At Pediatric Healthcare Associates of McKinney, Dr. Catherine Frank is getting so many calls, their lines are jammed each morning.

“I’ve been in private practice here for 21 years and it’s, I would say, the busiest I’ve seen,” Frank said.

Across the metroplex at Cook Children’s Hospital in Fort Worth, Dr. Laura Romano said they check in a patient every one to two minutes.

“Things have been pretty busy and hectic here,” she said. “Now nobody is wearing a mask anymore so we’re getting a lot of people who maybe haven’t been exposed to RSV or the flu for the past two seasons.”

The Dallas-Fort Worth Hospital Council said Friday that in the past week flu hospitalizations have gone up 30% and COVID hospitalizations are up 70%. Pediatric hospitals are now 98.9% full.

“Keep your kids home if they’re sick,” Romano said. “Teach them to cough into their elbows and sneeze into their hands and then wash their hand immediately afterwards.”
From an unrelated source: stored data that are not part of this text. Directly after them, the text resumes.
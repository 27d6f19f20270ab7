package dev.sheaf.curator.app;

import dev.sheaf.curator.details.DetailsViewModel;
import dev.sheaf.curator.evidence.EvidenceViewModel;
import dev.sheaf.curator.harvest.HarvestViewModel;
import dev.sheaf.curator.session.Background;
import dev.sheaf.curator.session.CuratorSession;
import dev.sheaf.curator.session.Notice;
import dev.sheaf.curator.session.Mining;
import dev.sheaf.curator.session.RecentWorkspaces;
import dev.sheaf.miner.ingest.EvidenceIndex;
import dev.sheaf.miner.ingest.Workspace;
import dev.sheaf.vocab.EditRefusedException;
import dev.sheaf.vocab.store.StaleVocabularyException;
import dev.sheaf.vocab.store.VocabularyLockedException;
import java.io.IOException;
import java.io.UncheckedIOException;
import java.nio.file.Path;
import java.util.List;
import java.util.Locale;
import java.util.Objects;
import java.util.concurrent.CancellationException;
import java.util.concurrent.CopyOnWriteArrayList;
import java.util.concurrent.Executor;
import java.util.function.Consumer;
import javafx.beans.binding.Bindings;
import javafx.beans.property.ReadOnlyObjectProperty;
import javafx.beans.property.ReadOnlyObjectWrapper;
import javafx.beans.property.ReadOnlyStringProperty;
import javafx.beans.property.ReadOnlyStringWrapper;
import javafx.collections.FXCollections;
import javafx.collections.ObservableList;

/**
 * The main window's state: the open {@link CuratorSession}, the status line, background work
 * (opening, mining, indexing) with progress and cancel, the recent workspaces, and the panels'
 * view-models (harvest, details, evidence), which follow the session. Intents: open, save,
 * save as, undo, redo, mine again, cancel, close. Notices (errors, warnings) go to listeners.
 */
public final class MainViewModel {
    private final Background background;
    private final Executor ui;
    private final RecentWorkspaces recent;
    private final ReadOnlyObjectWrapper<CuratorSession> session = new ReadOnlyObjectWrapper<>(this, "session");
    private final ReadOnlyStringWrapper status = new ReadOnlyStringWrapper(this, "status", "Open a workspace to start (Ctrl+O).");
    private final ReadOnlyStringWrapper title = new ReadOnlyStringWrapper(this, "title", "Sheaf curator");
    private final ReadOnlyStringWrapper saveState = new ReadOnlyStringWrapper(this, "saveState", "");
    private final ObservableList<Path> recentList = FXCollections.observableArrayList();
    private final List<Consumer<Notice>> noticeListeners = new CopyOnWriteArrayList<>();
    private final HarvestViewModel harvest;
    private final DetailsViewModel details;
    private final EvidenceViewModel evidence;

    /**
     * @param background long work (opening, mining, indexing)
     * @param queries    where evidence queries run (a worker; tests pass Runnable::run)
     * @param ui         the UI thread (Platform::runLater; tests pass Runnable::run)
     * @param recent     the recent-workspaces file
     */
    public MainViewModel(Background background, Executor queries, Executor ui, RecentWorkspaces recent) {
        this.background = Objects.requireNonNull(background);
        this.ui = Objects.requireNonNull(ui);
        this.recent = Objects.requireNonNull(recent);
        this.harvest = new HarvestViewModel(this::post);
        this.details = new DetailsViewModel();
        this.evidence = new EvidenceViewModel(queries, ui, this::post);
        recentList.setAll(recent.list());
        session.addListener((o, was, now) -> {
            harvest.setSession(now);
            details.setSession(now);
            evidence.setSession(now);
            updateTitle();
            if (now != null) {
                now.dirtyProperty().addListener((x, a, b) -> updateTitle());
                now.vocabularyProperty().addListener((x, a, b) -> updateTitle());
                // every edit, from whichever panel, says what it did (the harvest's own message follows for its edits)
                now.addVocabularyListener(c -> {
                    if (c.action() == dev.sheaf.vocab.EditHistory.Action.DO) {
                        status.set(c.description() + ". Undo: Ctrl+Z.");
                    }
                });
            }
        });
        harvest.messageProperty().addListener((o, a, b) -> {
            if (b != null && !b.isEmpty()) {
                status.set(b);
            }
        });
    }

    // ------------------------------------------------------------------ intents

    /** Opens a workspace folder in the background (closing the current one first; its unsaved edits stay in its journal). */
    public void open(Path dir) {
        if (background.runningProperty().get()) {
            post(new Notice(Notice.Kind.WARNING, "Still busy", "\"" + background.titleProperty().get()
                    + "\" is running; wait for it or cancel it (Esc in the status bar) before opening another workspace."));
            return;
        }
        closeSession();
        Path abs = dir.toAbsolutePath().normalize();
        status.set("Opening " + abs + " …");
        background.submit("Opening the workspace", (p, c) -> CuratorSession.open(abs), s -> opened(s, abs), e -> {
            if (e instanceof VocabularyLockedException) {
                post(new Notice(Notice.Kind.ERROR, "The vocabulary is open elsewhere", e.getMessage()
                        + ". The workspace was not opened, so nothing can be overwritten."));
            } else {
                post(new Notice(Notice.Kind.ERROR, "Cannot open the workspace", message(e)));
            }
            status.set("Could not open " + abs + ".");
        });
    }

    private void opened(CuratorSession s, Path dir) {
        session.set(s);
        try {
            recentList.setAll(recent.remember(dir));
        } catch (IOException e) {
            status.set("Opened; the recent-workspaces list could not be written (" + e.getMessage() + ").");
        }
        StringBuilder b = new StringBuilder("Opened ").append(s.workspace().name()).append(": ");
        b.append(s.createdVocabulary() ? "started a new vocabulary " : "vocabulary ").append(s.vocabularyFile().getFileName());
        b.append(String.format(Locale.ROOT, " (%,d concepts)", s.vocabulary().size()));
        if (s.harvest() != null) {
            b.append(String.format(Locale.ROOT, ", %,d candidates", s.harvest().candidates().size()));
        }
        b.append('.');
        status.set(b.toString());
        if (!s.recovery().isEmpty()) {
            post(new Notice(Notice.Kind.INFO, "Unsaved edits recovered", String.join("\n", s.recovery().notes())));
        }
        if (s.harvest() == null) {
            mine();
        } else if (!s.hasEvidenceIndex()) {
            index();
        }
    }

    /** Mines the harvest from the workspace's sources in the background (and builds the evidence index). */
    public void mine() {
        CuratorSession s = session.get();
        if (s == null || background.runningProperty().get()) {
            return;
        }
        Workspace ws = s.workspace();
        background.submit("Mining the harvest", (p, c) -> {
            Mining.Result r = Mining.mine(ws, p, c);
            return new Object[] {r, Mining.openIndex(ws)};
        }, out -> {
            Mining.Result r = (Mining.Result) out[0];
            if (session.get() != s) {
                return;
            }
            s.setEvidenceIndex((EvidenceIndex) out[1]);
            s.setHarvest(r.harvest());
            status.set(String.format(Locale.ROOT, "Mined %,d listings: %,d candidates%s.", r.listings(),
                    r.harvest().candidates().size(), r.problems() == 0 ? "" : String.format(Locale.ROOT,
                            "; %,d input problems listed in %s", r.problems(), ws.output().resolve("problems.csv"))));
        }, e -> failed("Mining", e));
    }

    /** Builds the evidence index in the background (when the harvest came from the command line). */
    public void index() {
        CuratorSession s = session.get();
        if (s == null || background.runningProperty().get()) {
            return;
        }
        Workspace ws = s.workspace();
        background.submit("Indexing listings for evidence", (p, c) -> Mining.index(ws, p, c), ix -> {
            if (session.get() == s) {
                s.setEvidenceIndex(ix);
                evidence.refresh();
                status.set("Evidence index ready: every listing is searchable.");
            }
        }, e -> failed("Indexing", e));
    }

    private void failed(String what, Throwable e) {
        if (e instanceof CancellationException) {
            status.set(what + " was cancelled; nothing was written.");
        } else {
            post(new Notice(Notice.Kind.ERROR, what + " failed", message(e)));
            status.set(what + " failed.");
        }
    }

    /** Asks the running background job to stop. */
    public void cancelWork() {
        background.cancel();
    }

    /** Saves the vocabulary; a file changed on disk is reported (nothing overwritten). Returns true when the vocabulary is saved. */
    public boolean save() {
        CuratorSession s = session.get();
        if (s == null) {
            return false;
        }
        try {
            boolean wrote = s.save();
            status.set(wrote ? "Saved " + s.vocabularyFile().getFileName() + "." : "Nothing to save: the file is up to date.");
            updateTitle();
            return true;
        } catch (StaleVocabularyException e) {
            post(new Notice(Notice.Kind.WARNING, "The file changed on disk", e.getMessage()));
        } catch (IOException | UncheckedIOException e) {
            post(new Notice(Notice.Kind.ERROR, "Cannot save", message(e) + " Your edits are safe in the edit journal."));
        }
        return false;
    }

    /** Saves under another name and continues there. */
    public boolean saveAs(Path target) {
        CuratorSession s = session.get();
        if (s == null) {
            return false;
        }
        try {
            s.saveAs(target);
            status.set("Saved as " + target + "; editing continues there.");
            updateTitle();
            return true;
        } catch (IOException | UncheckedIOException e) {
            post(new Notice(Notice.Kind.ERROR, "Cannot save as " + target.getFileName(), message(e)));
            return false;
        }
    }

    public void undo() {
        CuratorSession s = session.get();
        if (s != null && s.canUndoProperty().get()) {
            String d = s.undoTextProperty().get();
            guarded(s::undo);
            status.set("Undone: " + d);
        }
    }

    public void redo() {
        CuratorSession s = session.get();
        if (s != null && s.canRedoProperty().get()) {
            String d = s.redoTextProperty().get();
            guarded(s::redo);
            status.set("Redone: " + d);
        }
    }

    private void guarded(Runnable r) {
        try {
            r.run();
        } catch (EditRefusedException | UncheckedIOException e) {
            post(new Notice(Notice.Kind.ERROR, "Not done", message(e)));
        }
    }

    /** True when closing now would leave edits that are not in the vocabulary file (they are in the journal). */
    public boolean hasUnsavedEdits() {
        CuratorSession s = session.get();
        return s != null && s.isDirty();
    }

    /** Closes the workspace; unsaved edits stay in the edit journal and come back on the next open. */
    public void closeSession() {
        CuratorSession s = session.get();
        if (s == null) {
            return;
        }
        session.set(null);
        try {
            s.close();
        } catch (IOException e) {
            post(new Notice(Notice.Kind.WARNING, "Closing the vocabulary", message(e)));
        }
        status.set("Closed " + s.workspace().name() + ".");
    }

    // ------------------------------------------------------------------ state

    public ReadOnlyObjectProperty<CuratorSession> sessionProperty() {
        return session.getReadOnlyProperty();
    }

    public CuratorSession session() {
        return session.get();
    }

    public Background background() {
        return background;
    }

    public ReadOnlyStringProperty statusProperty() {
        return status.getReadOnlyProperty();
    }

    /** Window title: workspace, vocabulary file and an unsaved mark. */
    public ReadOnlyStringProperty titleProperty() {
        return title.getReadOnlyProperty();
    }

    /** "Saved", or "Unsaved edits (kept in the journal)". */
    public ReadOnlyStringProperty saveStateProperty() {
        return saveState.getReadOnlyProperty();
    }

    public ObservableList<Path> recentWorkspaces() {
        return recentList;
    }

    public HarvestViewModel harvest() {
        return harvest;
    }

    public DetailsViewModel details() {
        return details;
    }

    public EvidenceViewModel evidence() {
        return evidence;
    }

    public void addNoticeListener(Consumer<Notice> l) {
        noticeListeners.add(l);
    }

    void post(Notice n) {
        ui.execute(() -> {
            if (n.kind() == Notice.Kind.INFO) {
                status.set(n.title() + ": " + n.text().replace('\n', ' '));
            }
            for (Consumer<Notice> l : noticeListeners) {
                l.accept(n);
            }
        });
    }

    private void updateTitle() {
        CuratorSession s = session.get();
        if (s == null) {
            title.set("Sheaf curator");
            saveState.set("");
            return;
        }
        title.set((s.isDirty() ? "• " : "") + s.workspace().name() + " — " + s.vocabularyFile().getFileName() + " — Sheaf curator");
        saveState.set(s.isDirty() ? "Unsaved edits (safe in the journal)" : "Saved");
    }

    static String message(Throwable e) {
        Throwable t = e;
        while ((t instanceof UncheckedIOException || t instanceof java.util.concurrent.CompletionException) && t.getCause() != null) {
            t = t.getCause();
        }
        String m = t.getMessage();
        return m == null || m.isBlank() ? t.getClass().getSimpleName() : m;
    }

    /** True while a workspace is open (menus bind their disabled state to it). */
    public javafx.beans.binding.BooleanBinding hasSession() {
        return Bindings.isNotNull(session);
    }
}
Fort Worth ISD is no longer immediately requiring a doctor’s note if kids are sick. Instead, the district’s guidance is to contact the attendance office to report the absence and then get a note to the school within five days of the child’s return. 

A Dallas ISD spokesperson said the district and city are not at that point yet.

Frank and Romano both believe another reason cases are so high is fewer vaccinations than years past.

“Some vaccine hesitancy because of COVID vaccines spilled over into the flu vaccine which logically doesn’t make a whole lot of sense,” Frank said.

“Even if your kid if having mild cough/cold symptoms, they can absolutely still get their flu vaccine,” Romano said. “It will keep you out of the hospital and if you are an at-risk individual, you absolutely need to get it.”

Frank said to call your pediatrician for treatment questions and while it’s easy to be alarmed by a child with fever, ER trips should be reserved for persistent or severe symptoms like trouble breathing.

“Fever is in some ways beneficial,” Frank said. “It’s the body trying to fight whatever infection is there and to not let the actual temperature scare them.”

She’s optimistic we’re nearing the peak. With hospitals and doctor’s offices near capacity, any more increases could be overwhelming.